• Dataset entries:
☆ ☆ ☆ ☆ ☆ ☆ ☆
def _compute(key: ChamberKey) -> dict:
    from scipy.sparse.linalg import splu

    from chipflow.errors import FieldError
    from chipflow.field.mesh import build_mesh
    from chipflow.field.solve import field_system
    from chipflow.physics.duct import resistance

    regions, ports, stubs, chamber = chamber_regions(key)
    n = len(ports)
    mesh = build_mesh(regions, ports, across=ACROSS)
    names = [p.name for p in ports]
    y = np.zeros((n, n))
    pressures, velocities, dofs = [], [], []
    # one assembly and one factorisation; port j at 1 Pa (the others at 0) is the right-hand
    # side minus port j's flux rows (Stokes flow is linear in the port pressures)
    system = field_system(mesh, dict.fromkeys(names, 0.0), 1.0)
    lu = splu(system.matrix(), permc_spec="COLAMD")
    fx = np.array([system.port_flux[name][0] for name in names])
    fy = np.array([system.port_flux[name][1] for name in names])
    zero = np.zeros(system.pressure_free.size)
    rhs = np.column_stack([np.r_[-fx[j], -fy[j], zero] for j in range(n - 1)])
    xs = lu.solve(rhs)
    if not np.all(np.isfinite(xs)):
        raise FieldError("the chamber's field solve failed (singular system)")
    nv = system.velocity_free.size
    y[:, : n - 1] = -(fx @ xs[:nv] + fy @ xs[nv : 2 * nv])
    nn = system.space.n_nodes
    mid = system.space.nodes[:, 3:]
    for j in range(n - 1):  # the basis field of each driven port
        u, p = system.unpack(xs[:, j])
        p[np.unique(mesh.port_edges[names[j]])] = 1.0
        velocities.append(np.column_stack((u[:nn][mid].mean(axis=1), u[nn:][mid].mean(axis=1))))
        pressures.append(p)
        dofs.append(u)
    y[:, n - 1] = -y[:, : n - 1].sum(axis=1)
    y = 0.5 * (y + y.T)
    r = np.array([float(resistance(q.width, q.depth, 1.0, 1.0)) for q in key.ports]) * np.asarray(
        stubs
    )
    centroids = mesh.points[mesh.triangles].mean(axis=1)
    shapely.prepare(chamber)
    floor = shapely.contains_xy(chamber, centroids[:, 0], centroids[:, 1])
    return {
        "conductance": y,
        "stub_resistance": r,
        "points": mesh.points,
        "triangles": mesh.triangles,
        "depth": mesh.depth,
        "width": mesh.width,
        "floor": floor,
        "floor_area": float(chamber.area),
        "pressure": np.array(pressures),
        "velocity": np.array(velocities),
        "dofs": np.array(dofs),
    }


def solve_chamber(key: ChamberKey) -> ChamberSolution:
    """The 2D solution of a chamber (kept in the field cache; see the module notes).

    Raises
    ------
    FieldError
        When the chamber cannot be meshed or solved.
    """
    return _solve(key)


_solved: dict = {}


def _solve(key: ChamberKey) -> ChamberSolution:
    if key in _solved:
        return _solved[key]
    from chipflow.field.cache import cached

    found = cached("chamber", key, lambda: _compute(key), {"across": ACROSS, "stub": STUB_WIDTHS})
    y = np.asarray(found["conductance"], float)
    r = np.asarray(found["stub_resistance"], float)
    c = y @ np.linalg.inv(np.eye(len(r)) - np.diag(r) @ y)
    c = 0.5 * (c + c.T)
    links, g, error = _links_of(c)
    sol = ChamberSolution(
        conductance=y,
        stub_resistance=r,
        chamber=c,
        links=links,
        link_conductance=g,
        fit_error=error,
        floor_area=float(found["floor_area"]),
        mesh={k: np.asarray(found[k]) for k in ("points", "triangles", "depth", "width", "floor")},
        pressure=np.asarray(found["pressure"]),
        velocity=np.asarray(found["velocity"]),
        dofs=np.asarray(found["dofs"]),
    )
    _solved[key] = sol
    return sol


def _links_of(c: np.ndarray) -> tuple[np.ndarray, np.ndarray, float]:
    n = c.shape[0]
    iu = np.triu_indices(n, 1)
    g = -c[iu]
    strong = g > LINK_FLOOR * g.max()
    pairs = np.column_stack(iu)[strong]
    left = np.where(strong, 0.0, g)
    error = float(np.linalg.norm(left) / np.linalg.norm(g)) if np.any(left) else 0.0
    return pairs, g[strong], error


def chamber_links(key: ChamberKey) -> tuple[np.ndarray, np.ndarray, float]:
    """The chamber's network: ``(pairs, conductance, fit_error)``, pairs of port indices
    joined by links of conductance [m^3/(Pa s) at 1 Pa s] (see the module notes)."""
    sol = solve_chamber(key)
    return sol.links, sol.link_conductance, sol.fit_error


def link_width(conductance: np.ndarray, depth: float, area: float) -> float:
    """The common width [m] of equivalent ducts of ``depth`` [m] with the given conductances
    [m^3/(Pa s) at 1 Pa s] whose floors add up to ``area`` [m^2]: each duct ``i`` is
    ``1 / (g_i R'(w))`` long, so the area ``w / R'(w) * sum(1 / g_i)`` grows with ``w``.

    >>> from chipflow.physics.duct import resistance
    >>> g = 1 / float(resistance(2e-3, 1e-4, 8e-3, 1.0))    # a 2 x 8 mm duct, 100 um deep
    >>> round(link_width(np.array([g]), 1e-4, 16e-6) * 1e3, 9)
    2.0
    """
    from chipflow.physics.duct import resistance

    inverse = float(np.sum(1.0 / np.asarray(conductance, float)))

    def area_of(w: float) -> float:
        return w / float(resistance(w, depth, 1.0, 1.0)) * inverse

    lo, hi = 1e-9, 10.0
    for _ in range(200):  # bisection in log w; the area grows with w
        mid = math.sqrt(lo * hi)
        lo, hi = (mid, hi) if area_of(mid) < area else (lo, mid)
    return math.sqrt(lo * hi)


#: Share of a chamber's floor left to the links between ports of one end wall, which carry
#: no flow when the tree holds every inlet port at one pressure and every outlet at another
#: (:func:`link_floors`) [-].
SIDE_FLOOR = 1e-9


def link_floors(key: ChamberKey, pairs: np.ndarray, conductance: np.ndarray, area: float):
    """The floor area [m^2] each link of a chamber stands for: its share of the chamber's flow
    when every inlet port is at one pressure and every outlet port at another (the drive a
    tree gives it), so that every link's residence time is the chamber's under that drive;
    links between ports of one end wall carry none of it and share :data:`SIDE_FLOOR` of the
    floor. A chamber between two channels has one link and the whole floor.

    >>> port = (ChamberPort(0, 1e-3, 2e-4, 1e-4), ChamberPort(1, 1e-3, 2e-4, 1e-4))
    >>> key = ChamberKey(2e-3, 8e-3, 1e-4, 0.0, 0.0, None, port, 1e-6)
    >>> link_floors(key, np.array([[0, 1]]), np.array([1e-12]), 16e-6).tolist()
    [1.6e-05]
    """
    side = np.array([p.side for p in key.ports])[np.asarray(pairs, int)]
    g = np.asarray(conductance, float)
    through = side[:, 0] != side[:, 1]
    if through.all():
        return area * g / g.sum()
    share = np.where(through, g / g[through].sum() * (1 - SIDE_FLOOR), 0.0)
    share[~through] = SIDE_FLOOR / int((~through).sum())
    return area * share


def link_widths(conductance: np.ndarray, depth: float, floors: np.ndarray) -> np.ndarray:
    """The width [m] of each equivalent duct of ``depth`` [m] with the given conductance
    [m^3/(Pa s) at 1 Pa s] and floor area ``floors`` [m^2]: a duct of width ``w`` is
    ``1 / (g R'(w))`` long, so its floor ``w / (g R'(w))`` grows with ``w`` (bisection in
    log w, all links at once).

    >>> from chipflow.physics.duct import resistance
    >>> g = 1 / float(resistance(2e-3, 1e-4, 8e-3, 1.0))    # a 2 x 8 mm duct, 100 um deep
    >>> round(float(link_widths(np.array([g]), 1e-4, np.array([16e-6]))[0]) * 1e3, 9)
    2.0
    """
    from chipflow.physics.duct import resistance

    g = np.asarray(conductance, float)
    want = np.asarray(floors, float)
    lo, hi = np.full(g.shape, 1e-12), np.full(g.shape, 10.0)
    for _ in range(200):  # bisection in log w; the floor grows with w
        mid = np.sqrt(lo * hi)
        below = mid / (g * np.asarray(resistance(mid, depth, 1.0, 1.0), float)) < want
        lo, hi = np.where(below, mid, lo), np.where(below, hi, mid)
    return np.sqrt(lo * hi)


# -- the field at an operating point -------------------------------------------------------
def _weights(sol: ChamberSolution, q: np.ndarray) -> np.ndarray:
    return np.asarray(q[:-1], float) - float(q[-1])


def stub_pressures(
    key: ChamberKey, mouth_pressure: np.ndarray, inflow: np.ndarray, viscosity: float
) -> np.ndarray:
    """Pressures at the stub ends [Pa] from the network's pressures at the mouths [Pa] and
    the flows into the chamber through each port [m^3/s] (each stub in series)."""
    sol = solve_chamber(key)
    return np.asarray(mouth_pressure, float) + viscosity * sol.stub_resistance * np.asarray(
        inflow, float
    )


def chamber_field(key: ChamberKey, q: np.ndarray, viscosity: float):
    """The chamber's field (:class:`chipflow.field.FieldSolution`, key frame) at stub-end
    pressures ``q`` [Pa] and ``viscosity`` [Pa s]: the basis fields weighted by the port
    pressures (Stokes flow is linear)."""
    from chipflow.field.calibration import floor_factor
    from chipflow.field.model import FieldMesh, FieldSolution

    sol = solve_chamber(key)
    q = np.asarray(q, float)
    w = _weights(sol, q)
    m = sol.mesh
    mesh = FieldMesh(m["points"], m["triangles"], m["depth"], m["width"], {}, np.zeros((0, 2)))
    velocity = np.tensordot(w, sol.velocity, axes=1) / viscosity
    pressure = q[-1] + np.tensordot(w, sol.pressure, axes=1)
    dofs = np.tensordot(w, sol.dofs, axes=1) / viscosity
    speed = np.hypot(velocity[:, 0], velocity[:, 1])
    shear = floor_factor(m["depth"], m["width"]) * viscosity * speed / m["depth"]
    flows = sol.conductance @ q / viscosity
    names = [f"port{i}" for i in range(len(q))]
    return FieldSolution(
        mesh=mesh,
        viscosity=viscosity,
        pressure=pressure,
        velocity=velocity,
        velocity_vertices=np.zeros((len(m["points"]), 2)),
        floor_shear=shear,
        port_flows=dict(zip(names, flows.tolist(), strict=True)),
        port_pressures=dict(zip(names, q.tolist(), strict=True)),
        dofs=dofs,
    )


def floor_stats(key: ChamberKey, q: np.ndarray, viscosity: float, window=None):
    """Floor shear of the chamber's floor (:class:`~chipflow.field.shear.ShearStats`) at
    stub-end pressures ``q`` [Pa], and the flows into it through its ports [m^3/s].

    ``window`` is the cells' ``(low, high)`` floor shear [Pa]."""
    from chipflow.field.shear import shear_stats

    field = chamber_field(key, q, viscosity)
    sol = solve_chamber(key)
    floor = sol.mesh["floor"].astype(bool)
    stats = shear_stats(field.floor_shear[floor], field.mesh.area[floor], window)
    return stats, sol.conductance @ np.asarray(q, float) / viscosity
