"""Footprints: the rectangle a bed must lie in, and the culture regions' outlines.

A design's ``[bed] footprint`` (or a region's) asks that the bed, folds included, lies inside
a rectangle of a given size along the flow (x) and across it (y). The drawing meets it by its
choice of fold (:func:`chipflow.layout.plan.choose_plan`): a bed folded into more runs is
shorter along the flow and wider across it, so chipflow takes the fewest runs that fit the
footprint (and the chip, and ``max_straight_length``). Where no fold fits, the build stops
and names the smallest footprint it could reach.

The outline of each culture region (the asked footprint placed around its bed, or the bed's
own extent where none was asked for) is drawn on a layer of its own, ``CULTURE_REGION``, not
a mask level. After drawing, every bed channel's outline is checked to lie inside its region's
outline.
"""

from __future__ import annotations

import math

import numpy as np
import shapely

from chipflow.errors import LayoutError
from chipflow.layout.model import CultureRegion, Layout
from chipflow.layout.plan import Plan, half_offset
from chipflow.layout.sketch import Sketch
from chipflow.layout.trace import offset_ring

__all__ = [
    "plan_bed_box",
    "plan_fits",
    "footprint_error",
    "sketch_box",
    "culture_region",
    "check_culture_regions",
    "bed_extent",
]


def plan_bed_box(plan: Plan, grid: float) -> tuple[float, float]:
    """Size of the bed of ``plan`` along and across the flow [m], an upper bound.

    Along: from the last split's node to the first merge's, plus a bed channel's width (its
    flat ends at the nodes). Across: the bed channels' lanes, the serpentine's rise of the
    highest one, a bed channel's width, and the half grid steps (``grid`` [m]) by which lanes
    may differ from a uniform pitch (see :class:`~chipflow.layout.plan.Plan`).
    """
    n = plan.n
    half = np.array([half_offset(float(w), grid) for w in plan.width])
    slack = 2 * float(np.abs(half[1:] - half[:-1]).sum())
    count = math.prod(plan.splits) if plan.splits else 1
    lane = (plan.runs - 1) * plan.turn
    along = plan.bed_extent + float(plan.width[n])
    across = (count - 1) * plan.pitch + lane + float(plan.width[n]) + slack
    return along, across


def plan_fits(plan: Plan, footprint, grid: float) -> bool:
    """Whether the bed of ``plan`` fits ``footprint`` (:class:`~chipflow.spec.tree.Footprint`)
    on a mask of ``grid`` [m]."""
    along, across = plan_bed_box(plan, grid)
    return along <= footprint.along + 1e-12 and across <= footprint.across + 1e-12


def footprint_error(
    name: str, bed_count: int, plans: list[Plan], footprint, grid: float
) -> LayoutError:
    """The error for a footprint no fold of the bed fits: the smallest footprint reached.

    ``plans`` are the folds tried (fewest runs first), on a mask of ``grid`` [m]."""
    boxes = [(p, *plan_bed_box(p, grid)) for p in plans]
    best = min(boxes, key=lambda b: max(b[1] / footprint.along, b[2] / footprint.across))
    straight = boxes[0]
    mm = 1e3
    tried = (
        f"; straight it needs {straight[1] * mm:.1f} x {straight[2] * mm:.1f} mm"
        if best[0] is not straight[0]
        else ""
    )
    return LayoutError(
        f"design '{name}': the bed of {bed_count} channels does not fit its {footprint.key} "
        f"of {footprint.along * mm:g} x {footprint.across * mm:g} mm (along x across the flow): "
        f"the smallest it reaches is {best[1] * mm:.1f} x {best[2] * mm:.1f} mm, folded in "
        f"{best[0].runs} run(s){tried}; enlarge the {footprint.key}, or shorten the bed "
        "(residence_time or length), narrow its gap, or use fewer bed channels"
    )


def sketch_box(sketch: Sketch, roles: tuple[str, ...] = ("bed",), region: str | None = None):
    """Bounding box ``(x0, y0, x1, y1)`` [m] of the outlines of the sketch's channels of
    ``roles`` (of ``region`` when given), from their templates (vectorised per template)."""
    lo = np.array([np.inf, np.inf])
    hi = -lo
    for g in sketch.groups:  # a handful of groups per level
        if g.role not in roles or (region is not None and g.region != region):
            continue
        (a, b), (c, d) = g.matrix
        for v in np.unique(g.variant):  # the group's templates
            ring = offset_ring(g.templates[int(v)], g.width)
            start = g.start[g.variant == v]
            corners = np.array(
                [[ring[:, 0].min(), ring[:, 1].min()], [ring[:, 0].max(), ring[:, 1].max()]]
            )
            pts = corners[None, :, :] + start[:, None, :]  # (members, 2, 2)
            x = a * pts[..., 0] + b * pts[..., 1] + g.shift[0]
            y = c * pts[..., 0] + d * pts[..., 1] + g.shift[1]
            lo = np.minimum(lo, [x.min(), y.min()])
            hi = np.maximum(hi, [x.max(), y.max()])
    return float(lo[0]), float(lo[1]), float(hi[0]), float(hi[1])


def culture_region(name: str, box, footprint, grid: float) -> CultureRegion:
    """The outline of a culture region around its bed's ``box`` [m]: the ``footprint``
    (:class:`~chipflow.spec.tree.Footprint`, rounded to the grid) centred on the bed, or the
    bed's own extent (rounded out to the grid) when ``footprint`` is None."""
    x0, y0, x1, y1 = box
    extent = (x1 - x0, y1 - y0)
    if footprint is None:
        gx0, gy0 = (math.floor(v / grid + 1e-9) * grid for v in (x0, y0))
        gx1, gy1 = (math.ceil(v / grid - 1e-9) * grid for v in (x1, y1))
        return CultureRegion(
            name, shapely.box(gx0, gy0, gx1, gy1), (gx1 - gx0, gy1 - gy0), extent, False
        )
    sides = []
    for lo, hi, size in ((x0, x1, footprint.along), (y0, y1, footprint.across)):
        size = max(round(size / grid), 1) * grid
        start = round(((lo + hi) / 2 - size / 2) / grid) * grid
        if start > lo + 1e-12:
            start = math.floor(lo / grid + 1e-9) * grid
        if start + size < hi - 1e-12:
            start = math.ceil((hi - size) / grid - 1e-9) * grid
        sides.append((start, size))
    (sx, ax), (sy, ay) = sides
    return CultureRegion(name, shapely.box(sx, sy, sx + ax, sy + ay), (ax, ay), extent, True)


def check_culture_regions(layout: Layout) -> None:
    """Every bed channel's outline lies inside its culture region's outline, and every
    outline on the chip.

    Raises
    ------
    LayoutError
        A bed channel outside its region (a drawing fault), or an outline that the chip
        cannot hold (a footprint larger than the chip).
    """
    ch = layout.channels
    chip = layout.outline
    region = ch.region if ch.region is not None else np.full(ch.width.size, "", dtype=object)
    for cr in layout.culture_regions:  # a handful of regions
        if not chip.buffer(1e-12).contains(cr.outline):
            bx = chip.bounds
            raise LayoutError(
                f"the {'footprint' if cr.asked else 'bed'} of "
                f"{('region ' + repr(cr.name)) if cr.name else 'the bed'} "
                f"({cr.footprint[0] * 1e3:g} x {cr.footprint[1] * 1e3:g} mm) does not fit on the "
                f"{(bx[2] - bx[0]) * 1e3:g} x {(bx[3] - bx[1]) * 1e3:g} mm chip; give a larger "
                "[chip] or a smaller footprint"
            )
        beds = np.flatnonzero((ch.role == "bed") & (region == cr.name))
        if beds.size == 0 or ch.outline is None:
            continue
        bounds = shapely.bounds(ch.outline[beds])
        x0, y0, x1, y1 = cr.outline.bounds
        tol = layout.grid * 1e-3
        inside = (
            (bounds[:, 0] >= x0 - tol)
            & (bounds[:, 1] >= y0 - tol)
            & (bounds[:, 2] <= x1 + tol)
            & (bounds[:, 3] <= y1 + tol)
        )
        if not inside.all():
            k = int(np.flatnonzero(~inside)[0])
            raise LayoutError(
                f"bed channel {int(beds[k])} of "
                f"{('region ' + repr(cr.name)) if cr.name else 'the bed'} reaches outside its "
                f"culture region's outline near ({bounds[k, 0] * 1e3:.3f}, "
                f"{bounds[k, 1] * 1e3:.3f}) mm (a drawing fault)"
            )


def bed_extent(layout: Layout, region: str = "") -> tuple[float, float]:
    """Size of the drawn bed of ``region`` ("" for a design of one bed) along the flow (x)
    and across it (y) [m]: the bounding box of its bed channels' outlines, folds included
    ((0, 0) when nothing is drawn)."""
    ch = layout.channels
    mine = ch.role == "bed"
    if ch.region is not None:
        mine &= ch.region == region
    elif region:
        mine &= False
    if ch.outline is None or not mine.any():
        return 0.0, 0.0
    b = shapely.bounds(ch.outline[mine])
    return float(b[:, 2].max() - b[:, 0].min()), float(b[:, 3].max() - b[:, 1].min())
☆ ☆ ☆ ☆ ☆ ☆ ☆
• Task instructions: Print exactly the lines above, between the one holding "links between ports of one end wall carry" and the one holding "share = np.where(through, g", inclusive, and nothing besides.

• Answer to this exercise:
    links between ports of one end wall carry none of it and share :data:`SIDE_FLOOR` of the
    floor. A chamber between two channels has one link and the whole floor.

    >>> port = (ChamberPort(0, 1e-3, 2e-4, 1e-4), ChamberPort(1, 1e-3, 2e-4, 1e-4))
    >>> key = ChamberKey(2e-3, 8e-3, 1e-4, 0.0, 0.0, None, port, 1e-6)
    >>> link_floors(key, np.array([[0, 1]]), np.array([1e-12]), 16e-6).tolist()
    [1.6e-05]
    """
    side = np.array([p.side for p in key.ports])[np.asarray(pairs, int)]
    g = np.asarray(conductance, float)
    through = side[:, 0] != side[:, 1]
    if through.all():
        return area * g / g.sum()
    share = np.where(through, g / g[through].sum() * (1 - SIDE_FLOOR), 0.0)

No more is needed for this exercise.